The case remained closed for decades until the FBI reopened it and interviewed former Deputy Sheriff Quinnie Donald, the original subject of the investigation.
Donald initially admitted to shooting Andrews during an FBI interview in 1964. In a 2008 interview, however, Donald changed his account and told agents the gun discharged accidentally.
The FBI declined to prosecute Donald for the shooting or for making a false statement to investigators.
In 2013, the FBI closed the case again.
Donald told the Associated Press in 2015 that he regretted killing Andrews. Andrews’ family said he never directly apologized.

Frank Andrews’ father, Sylvester “Boise” Andrews. (Photo courtesy Mabel Estes)
“He was a nice person.”
Frank Andrews, 27, was one of 16 children born to Sylvester “Boise” and Lelia Andrews. He lived with his family on a farm on Ararat Road, a predominantly Black community several miles southeast of Butler. The family grew cotton and raised cattle and hogs.
Andrews attended a small segregated school on Ararat Road with his siblings.

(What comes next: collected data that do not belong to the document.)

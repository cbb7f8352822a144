//! `oblique map`: classify every point of an interface export (simulation or measurement) against
//! a pair window, streaming: the weld map (one output row per input row), a summary along the
//! interface, and optional plots. The engine is the `oblique_map` crate, the plots
//! `oblique_render::weld_map`; this module turns the flags into `MapOptions`, opens the files,
//! shows the progress bar and prints. Layout and policies: `docs/weld-map.md`.

mod input;
mod outputs;

use crate::args::ConstantArgs;
use crate::common::load_library;
use crate::fail::{CmdResult, Fail};
use crate::output::CAUTION;
use clap::{Args, ValueEnum};
use oblique_core::units::Length;
use oblique_map::{
    BadRows, ColumnNames, ColumnSelection, ConstantNote, Format, JettingMode, MapError, MapOptions,
    Output, Summary, VelocityKind, WeldMap,
};
use oblique_window::PairWindow;
use outputs::{write_file, AtomicFile, Out};
use std::io::{IsTerminal, Write};
use std::path::{Path, PathBuf};

const AFTER_HELP: &str = "Input layout (CSV; JSON lines take the same names as keys), units in the header:
  position[mm],velocity[m/s],angle[deg]          required
  time[us], id, anything else                    optional, passed through to the output
Units are converted (position[m], velocity[km/s], angle[rad], time[s], ...) and never guessed:
a header without a unit for position, velocity, angle or time is an error. Lines starting with
'#' before the header are skipped (and counted).
The velocity is the impact (flyer) velocity Vp in the pair window's convention
(`oblique pair show NAME` names it); --velocity-kind collision reads the collision-point
velocity Vc instead, which is the same in every convention.
Positions must run monotonically along the interface (either way); --unsorted accepts any order
but then computes no lengths or segments.

Output: one row per classified input row: row (line number), the input fields as written, then
verdict, binding limit, its margin (in that limit's unit, positive = on the welding side) and
relative margin (over the limit's own value), every failing limit, Vc, Vf and impact pressure;
--all-columns adds Vp, the jetting critical angle and the margin of every decisive limit;
--columns picks the columns (--columns verdict-only: the row number and the verdict).
Verdicts: welded, not-welded, melted, head-on (angle 0: not welded, no collision point sweeps
the interface) and outside-domain (outside the validity domain of docs/theory.md §7.1: no
verdict claimed). The summary accounts for the whole interface (welded, melted, unbonded,
outside the domain, no verdict) and goes to standard error, or to standard output when -o is
given; --json prints it as JSON instead (needs -o).

Examples:
  oblique map interface.csv --pair demo-al6061-on-cu -o map.csv --strip-svg strip.svg
  sim-export | oblique map - --pair demo-al6061-on-cu --bad-rows skip > map.csv
  oblique map run7.jsonl --pair demo-al6061-on-cu --velocity-column vp --angle-column beta -o map.jsonl --json

Exit status: 0 when the map was made, 2 on bad input (first bad row with --bad-rows stop, or no
row that could be classified).
Screening only, never a guarantee: lethal voltages, stored energy, explosives and flying parts
are involved in every real shot; follow local codes and licensed practice.";

/// Input or output layout, as a flag value.
#[derive(Debug, Clone, Copy, PartialEq, Eq, ValueEnum)]
pub enum FormatArg {
    /// Comma-separated values with a header row.
    Csv,
    /// JSON lines: one object per line.
    Jsonl,
}

/// What the velocity column holds, as a flag value.
#[derive(Debug, Clone, Copy, PartialEq, Eq, ValueEnum)]
pub enum VelocityKindArg {
    /// Impact (flyer) velocity Vp in the pair window's convention.
    Impact,
    /// Collision-point velocity Vc along the parent (convention-free).
    Collision,
}

/// Flags of `oblique map`.
#[derive(Debug, Args)]
#[command(after_help = AFTER_HELP)]
pub struct MapArgs {
    /// Interface export (CSV or JSON lines), or - for standard input.
    #[arg(value_name = "INPUT")]
    pub input: PathBuf,
    /// Pair window to classify against (`oblique pair list`).
    #[arg(long, value_name = "NAME")]
    pub pair: String,
    /// Write the per-point map to FILE (default, or `-`: standard output).
    #[arg(short = 'o', long = "output", value_name = "FILE")]
    pub output: Option<PathBuf>,
    /// Input layout (default: jsonl for .jsonl/.ndjson files, else csv).
    #[arg(long, value_enum, ignore_case = true, value_name = "FORMAT")]
    pub format: Option<FormatArg>,
    /// Output layout (default: jsonl when -o ends in .jsonl/.ndjson, else csv).
    #[arg(
        long = "output-format",
        value_enum,
        ignore_case = true,
        value_name = "FORMAT"
    )]
    pub output_format: Option<FormatArg>,
    /// What the velocity column holds: impact = Vp in the window's convention; collision = Vc.
    #[arg(
        long = "velocity-kind",
        value_enum,
        ignore_case = true,
        default_value = "impact"
    )]
    pub velocity_kind: VelocityKindArg,
    /// Name of the position column (its unit in brackets in the header).
    #[arg(
        long = "position-column",
        value_name = "NAME",
        default_value = "position"
    )]
    pub position_column: String,
    /// Name of the velocity column.
    #[arg(
        long = "velocity-column",
        value_name = "NAME",
        default_value = "velocity"
    )]
    pub velocity_column: String,
    /// Name of the collision-angle column.
    #[arg(long = "angle-column", value_name = "NAME", default_value = "angle")]
    pub angle_column: String,
    /// Name of the optional time column (checked to be a number, passed through).
    #[arg(long = "time-column", value_name = "NAME", default_value = "time")]
    pub time_column: String,
    /// Bad rows: stop (first one, exit 2), skip (count them), or save:FILE (with the reason).
    #[arg(long = "bad-rows", value_name = "POLICY", default_value = "stop", value_parser = parse_policy)]
    pub bad_rows: BadRowsArg,
    /// Accept positions in any order; then no lengths or segments are computed.
    #[arg(long)]
    pub unsorted: bool,
    /// Join welded or unwelded runs shorter than LENGTH (e.g. 0.2mm) to their neighbours in the
    /// segment statistics (segments, longest welded segment, unbonded ends); welded length and
    /// verdicts stay point by point. For noisy exports that flicker at the window's edges.
    #[arg(long, value_name = "LENGTH", value_parser = crate::qarg::positive_length)]
    pub min_segment: Option<f64>,
    /// Also write the summary as JSON to FILE.
    #[arg(long = "summary-json", value_name = "FILE")]
    pub summary_json: Option<PathBuf>,
    /// Print the summary as JSON on standard output instead of the text (needs -o).
    #[arg(long)]
    pub json: bool,
    /// Draw the verdict strip along the interface with velocity and angle traces (.svg or .png).
    #[arg(long = "strip-svg", value_name = "FILE")]
    pub strip_svg: Option<PathBuf>,
    /// Draw the points on the window plane, angle against impact velocity (.svg or .png).
    #[arg(long = "window-svg", value_name = "FILE")]
    pub window_svg: Option<PathBuf>,
    /// Worker threads (default: the number of cores).
    #[arg(long, value_name = "N", value_parser = clap::value_parser!(u16).range(1..=256))]
    pub threads: Option<u16>,
    /// Solve the jetting test directly for every row with a supersonic stream instead of using
    /// the table (slow; no effect when the window's jetting criterion is off).
    #[arg(long = "exact-jetting")]
    pub exact_jetting: bool,
    /// Add Vp, the jetting critical angle and the margin of every limit to the output (the
    /// same as --columns all).
    #[arg(long = "all-columns", conflicts_with = "columns")]
    pub all_columns: bool,
    /// The map's columns: a comma-separated list of column names and sets, written in the
    /// map's own order: default, all, verdict-only (row,verdict); row, input (every input
    /// column), verdict, binding, binding_margin, binding_margin_unit, binding_relative_margin,
    /// failing_limits, impact_velocity, collision_velocity, flow_velocity, impact_pressure,
    /// jetting_critical_angle, margins (every limit's), margin_<limit> (e.g. margin_jetting),
    /// outside_trial_data.
    #[arg(long, value_name = "LIST", value_parser = parse_columns)]
    pub columns: Option<ColumnSelection>,
    /// Never show a progress bar.
    #[arg(long = "no-progress")]
    pub no_progress: bool,
    #[command(flatten)]
    pub constants: ConstantArgs,
}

“It was a two-teacher school,” Lisman Councilwoman Linda Turner-Gaines said in a May 2025 telephone interview. “My mother used to teach at the school.”
When Andrews was 5 years old, his mother died during childbirth. His father never remarried. Andrews’ older sister, Lucille “Cille” Edwards, helped raise the younger children.
As an adult, Andrews cut timber and hauled logs to a nearby sawmill that produced wood pulp.
“He was a nice person,” Estes said during a March 2026 interview at her home in Mobile. “He liked to hunt and fish.”
Two different stories about the shooting at Smith’s Cafe
On November 28, 1964, sheriff’s deputies “Bo” Clark and Quinnie Donald went to Smith’s Cafe, a Black-owned establishment on Route 10 in Lisman, to investigate reports of illegal whiskey sales, according to a U.S. Department of Justice report.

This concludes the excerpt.